| ACTIVITY |
Print the lines of the data, starting with the first, up to and including the line where "let mut planner" appears.

| PROVIDED MATERIAL |
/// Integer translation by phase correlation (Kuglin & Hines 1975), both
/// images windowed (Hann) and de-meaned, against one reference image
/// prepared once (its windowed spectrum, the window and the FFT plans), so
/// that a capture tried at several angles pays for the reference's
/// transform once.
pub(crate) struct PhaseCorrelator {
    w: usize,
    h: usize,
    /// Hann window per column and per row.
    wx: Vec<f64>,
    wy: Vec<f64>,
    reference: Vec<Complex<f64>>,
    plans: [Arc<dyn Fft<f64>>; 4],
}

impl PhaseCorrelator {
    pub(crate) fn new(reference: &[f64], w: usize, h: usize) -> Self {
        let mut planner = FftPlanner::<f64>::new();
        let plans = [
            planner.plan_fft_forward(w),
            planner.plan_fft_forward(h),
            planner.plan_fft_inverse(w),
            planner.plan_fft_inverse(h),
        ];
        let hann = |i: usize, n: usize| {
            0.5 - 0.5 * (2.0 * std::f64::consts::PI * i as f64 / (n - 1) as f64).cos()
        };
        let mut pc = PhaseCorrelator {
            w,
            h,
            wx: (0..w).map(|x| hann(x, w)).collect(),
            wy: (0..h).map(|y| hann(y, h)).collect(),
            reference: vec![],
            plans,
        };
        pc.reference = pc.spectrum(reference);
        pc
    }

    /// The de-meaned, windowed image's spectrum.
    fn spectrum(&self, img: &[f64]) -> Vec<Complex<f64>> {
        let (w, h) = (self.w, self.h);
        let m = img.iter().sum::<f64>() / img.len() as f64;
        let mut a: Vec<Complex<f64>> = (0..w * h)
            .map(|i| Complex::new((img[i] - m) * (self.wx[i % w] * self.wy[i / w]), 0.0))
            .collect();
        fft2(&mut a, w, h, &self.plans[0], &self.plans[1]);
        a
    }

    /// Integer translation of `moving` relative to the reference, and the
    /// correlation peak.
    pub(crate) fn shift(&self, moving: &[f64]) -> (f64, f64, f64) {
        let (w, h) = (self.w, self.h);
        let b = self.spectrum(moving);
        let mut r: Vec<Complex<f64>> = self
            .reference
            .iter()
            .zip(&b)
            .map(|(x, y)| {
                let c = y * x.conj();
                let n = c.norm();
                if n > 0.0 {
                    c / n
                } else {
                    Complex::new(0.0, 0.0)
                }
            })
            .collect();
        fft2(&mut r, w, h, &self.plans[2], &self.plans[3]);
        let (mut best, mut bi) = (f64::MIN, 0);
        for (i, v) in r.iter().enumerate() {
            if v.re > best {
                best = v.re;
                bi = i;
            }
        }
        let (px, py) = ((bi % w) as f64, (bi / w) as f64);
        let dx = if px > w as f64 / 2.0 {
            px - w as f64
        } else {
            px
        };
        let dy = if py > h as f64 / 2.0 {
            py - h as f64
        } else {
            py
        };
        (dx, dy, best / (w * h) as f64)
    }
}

| ANSWER BOX |
/// Integer translation by phase correlation (Kuglin & Hines 1975), both
/// images windowed (Hann) and de-meaned, against one reference image
/// prepared once (its windowed spectrum, the window and the FFT plans), so
/// that a capture tried at several angles pays for the reference's
/// transform once.
pub(crate) struct PhaseCorrelator {
    w: usize,
    h: usize,
    /// Hann window per column and per row.
    wx: Vec<f64>,
    wy: Vec<f64>,
    reference: Vec<Complex<f64>>,
    plans: [Arc<dyn Fft<f64>>; 4],
}

impl PhaseCorrelator {
    pub(crate) fn new(reference: &[f64], w: usize, h: usize) -> Self {
        let mut planner = FftPlanner::<f64>::new();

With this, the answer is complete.